Как же ей объяснить? Мама устроила настоящий спектакль, но это ничего не значит — в действительности она по-настоящему скорбит. Просто горе для нее — одно, а спектакль — совсем другое.
— Да, наша мамочка, — говорит кто-то скучающим голосом. — Удивительно, как мы не начали грабить супермаркеты еще во младенчестве.
Даника подпрыгивает на стуле, словно ее застукали на воровстве.
А я не поворачиваюсь — и так знаю, что это Баррон.
— Привет, братец.
— Ты Дани, правильно? — спрашивает тот, хищно улыбаясь, и усаживается подле меня.
Вспомнил ее. Хорошо — может, теперь поменьше колдует с воспоминаниями. Но неожиданно мне в голову приходит и еще одна мысль: я же подвергаю Сэма и Данику опасности. Им не следует здесь находиться: люди ведь собрались отнюдь не безобидные.
— Меня зовут Сэм Ю. — Сосед протягивает Баррону руку и одновременно заслоняет собой подругу.
Брат отвечает на рукопожатие. Костюм поприличнее моего, черные волосы коротко подстрижены и аккуратно уложены. Прямо такой хороший мальчик.
— Друзья Касселя — мои друзья.
К кафедре подходит священник и тихо обращается к маме. Не знаю его. Мать никогда не отличалась особой набожностью, но сейчас обнимает его с таким рвением, точно готова немедленно покреститься в первой же попавшейся луже.
Спустя минуту она принимается вопить, перекрикивая безликую фоновую музыку. Что ее взбесило, интересно?
— Его убили! Так им и скажите в своей проповеди! Нет на свете справедливости, так и скажите!

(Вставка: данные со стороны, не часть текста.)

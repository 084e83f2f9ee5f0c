"""Cells of a delivery or transfer line read one by one; what doesn't fit is refused by the name of its column."""

from __future__ import annotations

import datetime as dt

from plant.intake import ground as grounds
from plant.intake import moments, numbers
from plant.intake.lines import Refusal


class Unreadable(ValueError):
    """A cell that can't be taken: its column, what was read, what was expected."""

    def __init__(self, column: str, read: str, expected: str) -> None:
        super().__init__(f"{column}: read {read}; expected {expected}")
        self.column, self.read, self.expected = column, read, expected

    def refusal(self, line: int) -> Refusal:
        return Refusal(line, self.read, self.expected, field=self.column)


class Cells:
    """The cells of one line, by column."""

    def __init__(self, cells: dict[str, str], ground: grounds.Ground) -> None:
        self._cells = cells
        self._ground = ground

    def text(self, column: str, most: int) -> str:
        found = self._cells.get(column, "").strip()
        if len(found) > most or "\x00" in found:
            raise Unreadable(column, f"{column} of {len(found)} characters", f"at most {most} characters")
        return found

    def moment(self, column: str) -> moments.Moment:
        typed = self._cells.get(column, "")
        try:
            return self._ground.moment(typed)
        except moments.NotATime as problem:
            raise Unreadable(column, f"{column} {typed.strip()!r}", problem.expected) from None

    def date(self, column: str) -> dt.date | None:
        found = self.text(column, 40)
        if not found:
            return None
        try:
            return dt.date.fromisoformat(found)
        except ValueError:
            raise Unreadable(column, f"{column} {found!r}", "a date such as 2026-03-01") from None

    def number(self, column: str, *, low: float = 0.0, high: float | None = None, above: bool = False) -> float | None:
        """A number within bounds, or None for an empty cell. ``above``: the lower bound itself is too low."""
        found = self.text(column, 80)
        try:
            number = numbers.read(found, decimal=self._ground.decimal)
        except numbers.NotANumber as problem:
            raise Unreadable(column, f"{column} {found!r}", problem.expected) from None
        if number is None:
            return None
        bounds = f"{'above' if above else 'at least'} {low:g}" + (f" and at most {high:g}" if high is not None else "")
        if not isinstance(number, numbers.Number) or number.qualifier:
            raise Unreadable(column, f"{column} {found!r}", f"a number {bounds}")
        value = float(number.text)
        if value < low or (above and value == low) or (high is not None and value > high):
            raise Unreadable(column, f"{column} {found!r}", f"a number {bounds}")
        return value

    def needed(self, column: str, **bounds: float | bool) -> float:
        found = self.number(column, **bounds)  # type: ignore[arg-type]
        if found is None:
            raise Unreadable(column, f"no {column}", "a number")
        return found

    def choice(self, column: str, choices: tuple[str, ...], default: str = "") -> str:
        found = self.text(column, 60) or default
        if found and found not in choices:
            raise Unreadable(column, f"{column} {found!r}", "one of: " + ", ".join(choices))
        return found

    def code(self, column: str, kind: str, at: dt.datetime) -> str:
        """The code of a vessel or product that is stated."""
        found = self._ground.site(self._cells.get(column, ""))
        if self._ground.value(kind, found, at) is None:
            raise Unreadable(column, f"{column} {found!r}", f"the code of a {kind} of this works")
        return found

И тут, словно по сигналу, входит Захаров. Поверх костюма накинуто неизменное длинное черное пальто. На булавке для галстука переливается фальшивый Бриллиант Бессмертия. Взгляд холодный и жесткий — не глаза, а стекляшки.

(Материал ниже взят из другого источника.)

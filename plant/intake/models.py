"""What a round is besides its readings: how it was closed."""

from django.db import models

from plant.ledger.models import Record


class HandOver(Record):
    """A shift's round, closed: what was taken, what stayed open, and what the next shift should know."""

    day = models.DateField()
    shift = models.CharField(max_length=40)
    starts_at = models.DateTimeField()
    closed_at = models.DateTimeField()
    note = models.TextField(blank=True)
    lines_due = models.PositiveSmallIntegerField(default=0)
    lines_answered = models.PositiveSmallIntegerField(default=0)
    lines_open = models.JSONField(default=list)

    class Meta(Record.Meta):
        abstract = False
        indexes = [models.Index(fields=["book", "starts_at"], name="hand_over_by_shift")]

    def __str__(self) -> str:
        return f"{self.shift} {self.day}"


class TakeOver(Record):
    """The next shift has read what was handed over and takes the works; by whom says the entry.

    ``hand_over`` is None where the shift before left without closing its round.
    """

    hand_over = models.ForeignKey(HandOver, models.PROTECT, null=True, related_name="taken_over")
    from_starts_at = models.DateTimeField()
    taken_at = models.DateTimeField()

    class Meta(Record.Meta):
        abstract = False
        indexes = [models.Index(fields=["book", "from_starts_at"], name="take_over_by_shift")]

    def __str__(self) -> str:
        return f"taken over {self.taken_at:%Y-%m-%d %H:%M}"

— Поверить не могу: ему хватило наглости сюда явиться, — тихонько говорю я и встаю, но Баррон хватает меня за руку.
Рядом с отцом Лила. Не видел ее с того самого ужасного разговора в Уоллингфорде. Золотистые волосы промокли от дождя, она вся в черном, только на лице необычайно ярко выделяется красная помада.
Лила смотрит на меня, а потом замечает Баррона и, сразу же посуровев, усаживается на стул.
— Хорошо бы кто-нибудь унял вон ту мою доченьку. — Дедушка показывает на маму, будто доченек у него не одна, а несколько и можно случайно перепутать. — Даже с улицы слышно.
Не заметил, как он вошел. Дед встряхивает зонтик и неодобрительно хмурится. Я вздыхаю от облегчения: как же здо́рово, что он здесь.
Старик треплет меня по волосам, как маленького.
Священник прокашливается, и все медленно затихают и рассаживаются по местам. Мать все еще рыдает, а чуть позже принимается стенать так громко, что проповеди почти не слышно.